Exercise requirements
The response must consist of every line of the listing, reproduced verbatim.

Information below:

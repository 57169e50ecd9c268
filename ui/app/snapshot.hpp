// SPDX-License-Identifier: GPL-3.0-or-later
// Grabs views into PNG files without a screen: waits for the data, at most 15 s a view.
#pragma once

#include <QObject>
#include <QStringList>
#include <QTimer>

#include "ui/app/options.hpp"
#include "ui/client/shop_data.hpp"

namespace tw::ui {

class MainWindow;

class Snapshot : public QObject {
  Q_OBJECT

 public:
  Snapshot(const DeskOptions& options, MainWindow& window, const ShopData& data, QObject* parent = nullptr);
  void start();

 Q_SIGNALS:
  /// Exit status as in FORMATS section 6; `message` is empty when all is well.
  void finished(int status, const QString& message);

 private:
  void step();
  void showNext();
  void grab();
  void end(int status, const QString& message);

  const DeskOptions& m_options;
  MainWindow& m_window;
  const ShopData& m_data;
  QStringList m_left;
  QTimer m_ticks;
  int m_waited_ms = 0, m_settled = 0;
  bool m_shown = false;
};

}  // namespace tw::ui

End of Information.

Output for this task
repository 57169e50ecd9c268
filename ui/app/snapshot.hpp
// SPDX-License-Identifier: GPL-3.0-or-later
// Grabs views into PNG files without a screen: waits for the data, at most 15 s a view.
#pragma once

#include <QObject>
#include <QStringList>
#include <QTimer>

#include "ui/app/options.hpp"
#include "ui/client/shop_data.hpp"

namespace tw::ui {

class MainWindow;

class Snapshot : public QObject {
  Q_OBJECT

 public:
  Snapshot(const DeskOptions& options, MainWindow& window, const ShopData& data, QObject* parent = nullptr);
  void start();

 Q_SIGNALS:
  /// Exit status as in FORMATS section 6; `message` is empty when all is well.
  void finished(int status, const QString& message);

 private:
  void step();
  void showNext();
  void grab();
  void end(int status, const QString& message);

  const DeskOptions& m_options;
  MainWindow& m_window;
  const ShopData& m_data;
  QStringList m_left;
  QTimer m_ticks;
  int m_waited_ms = 0, m_settled = 0;
  bool m_shown = false;
};

}  // namespace tw::ui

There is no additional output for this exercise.